If there weren't mutliple computers involved, can you check if the file is at IP:\Backup\duplicacy\chunks\fa\032a705d77485e3bb723a6b4c70031fb317a3bb2108d1d4fd8dc2546bda4b1 or P:\Backup\duplicacy\chunks\fa\03\2a705d77485e3bb723a6b4c70031fb317a3bb2108d1d4fd8dc2546bda4b1? If this was the first time you ran the prune command, I don't know how it can be missing.


Christoph    Jan 27 2:13AM 2018

There is only a single computer involved. But, yes, maybe we can somehow blame it on pcloud. I'd have to take it up with their support.

But I should also say that I've been a bit "rough" with duplicacy, i.e. I didn't worry about killing the task and I have used both the GUI and the CLI on the same repositories, including, I think, this one with the missing chunks. Might this be a possible source of error?

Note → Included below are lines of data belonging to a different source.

/* Plant readings. Pointers "/readings/..." ("/site", "/inlet" for those). */
typedef struct gc_machine_readings {
    gc_site_input site;           /* ambient at the time */
    gc_machine_inlet inlet;       /* treatment in service */
    double compressor_exit_P_Pa;  /* absolute, Pa; required */
    double compressor_exit_T_K;   /* K; required */
    double exhaust_temperature_K; /* K; required */
    double fuel_mass_flow_kg_per_s; /* kg/s; required */
    int has_fuel;                 /* 1: fuel below; 0: the design's fuel */
    gc_fuel fuel;
    double fuel_temperature_K;    /* K, 0 = the design's */
    double net_power_W;           /* net output (terminals minus chiller), W; required */
    double air_mass_flow_kg_per_s; /* kg/s, 0 = not measured (from the heat balance) */
    int part_load;                /* 0 (default): the unit was at base load, compared with the
                                     model's base load; 1: compared at the same net output */
    double balance_tolerance;     /* (0, 0.2], default GC_MACHINE_DEFAULT_BALANCE_TOL */
} gc_machine_readings;

typedef struct gc_machine_reduction {
    gc_machine_inlet_state inlet;
    double compressor_inlet_T_K, compressor_inlet_P_Pa;
    double pressure_ratio;        /* - */
    double compressor_efficiency; /* isentropic, - */
    double air_mass_flow_kg_per_s; /* used: measured, or from the heat balance */
    double air_mass_flow_balance_kg_per_s; /* what the heat balance needs */
    int air_flow_measured;        /* 1 when the reading was used */
    double balance_residual;      /* measured air flow: energy balance residual / fuel LHV
                                     input, - (0 when the balance gave the air flow) */
    double fuel_air_ratio;        /* - */
    double firing_temperature_K;  /* mixed rotor inlet from the combustor balance, K */
    double combustor_exit_T_K;    /* K (= firing temperature uncooled) */
    double cooling_air_fraction;  /* - */
    double turbine_efficiency;    /* isentropic, mixed inlet to exhaust, - */
    double nozzle_flow_function_m2; /* m_g sqrt(R T_ce)/P_ce from the heat balance, the
                                     discharge pressure and the combustor loss, m2 */
    double nozzle_flow_change;    /* nozzle_flow_function / design - 1, - (erosion or a
                                     pressure reading off) */
    double heat_input_W;          /* fuel LHV input, W */
    double heat_rate, heat_rate_hhv; /* J/J on net output */
    double heat_rate_kJ_per_kWh;
    double thermal_efficiency;    /* - */
    double output_correction;     /* model base load: reference / these conditions, - */
    double heat_rate_correction;  /* likewise, - */
    double corrected_net_power_W; /* reading x output_correction */
    double corrected_heat_rate;   /* reading x heat_rate_correction, J/J */
    double corrected_heat_rate_kJ_per_kWh;
    gc_machine_point model;       /* new and clean here (base load, or at the same output) */
    gc_machine_point model_base;  /* new and clean, base load here */
    int has_output_change;        /* 0 for part-load readings */
    double output_change;         /* reading / model - 1, - (x100 = %) */
    double heat_rate_change;      /* reading / model - 1, - */
    double compressor_efficiency_change; /* reading - model, - (x100 = points) */
    double turbine_efficiency_change;    /* reading - model, - */
    double air_flow_change;       /* air flow / model - 1, - */
    int n_warnings;
    gc_machine_warning warnings[GC_MACHINE_MAX_WARNINGS];
} gc_machine_reduction;

/* ---- functions ----------------------------------------------------------- */

/* Defaults (see each field): FROM_CYCLE with gc_brayton_input_init's design
 * (to be completed by the caller: fuel, net_power ...), rating zeros with
 * efficiencies 1, ISO reference, no IGV modulation, cooling off with its
 * default constants. */
void gc_machine_spec_init(gc_machine_spec *s);
void gc_machine_site_input_init(gc_machine_site_input *in);
void gc_machine_inlet_init(gc_machine_inlet *in);
void gc_machine_curve_input_init(gc_machine_curve_input *in);
void gc_machine_readings_init(gc_machine_readings *rd);

/* Checks the spec's bounds; collects up to max_errors (errs may be NULL). */
int gc_machine_validate(const gc_machine_spec *s, gc_error *errs, int max_errors,
                        int *n_errors);

/* Solves the design point and fills *m (also its base load at the reference
 * conditions). GC_ERR_INVALID / GC_ERR_INFEASIBLE name the input; a rating
 * that cannot be met names the rated figure and by how much. */
int gc_machine_define(const gc_machine_spec *s, gc_machine *m, gc_error *err);

/* The machine at site conditions. Errors: bad inputs (named), a load below
 * the minimum or above base load (GC_ERR_INFEASIBLE, "/load/..." with both
 * figures), engine errors with their code. */
int gc_machine_evaluate(const gc_machine *m, const gc_machine_site_input *in,
                        gc_machine_site_result *r, gc_error *err);

/* Base-load output and heat rate against one ambient figure (rows from `from`
 * to `to`, equally spaced), with the ratios to the reference point. */
int gc_machine_curves_compute(const gc_machine *m, const gc_machine_curve_input *in,
                              gc_machine_curves *out, gc_error *err);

gchen    Jan 27 9:49AM 2018

But I should also say that I've been a bit "rough" with duplicacy, i.e. I didn't worry about killing the task and I have used both the GUI and the CLI on the same repositories, including, I think, this one with the missing chunks. Might this be a possible source of error?

Unlikely. When you kill a backup process, Duplicacy will leave many unreferenced chunks on the storage. Every chunk that has been uploaded will be complete and can be skipped when you run the backup again. The one that is being uploaded when you kill the process will not be corrupted either, because Duplicacy always uploads the chunk into a temporary file (for disks and sftp server) and renames the file after the upload is complete.


Christoph    Jan 31 3:00PM 2018

Today I found another two missing chunks in an newly created backup:

PS D:\christoph\work\Dropbox> duplicacy check -storage pcloudtest
Storage set to P:\Backup\duplicacy-test\
Listing all chunks
Chunk 1daf0aa39f4f4add3fdbf2b0c8c751a6fef04ecf525b4417c772626006ed8271 referenced by snapshot dropboxtest at revision 1 does not exist
Chunk 33763fd682cb2bd4957d3a2702a778df0c26c49bab778475de3a12ac229e7ff8 referenced by snapshot dropboxtest at revision 1 does not exist
Some chunks referenced by snapshot dropboxtest at revision 1 are missing
PS D:\christoph\work\Dropbox>

Besides, I have had the pcloud client crash on me several times during the day (but the missing chunks are not from today's backup, they are from yesterday's initial backup). So things are quite clearly pointing to the pcloud cient as the source of the problem. I just contacted pcloud support about that.

But I'm looking forward to duplicacy supporting webDAV as it will allow me to circumvent the pcloud client altogether.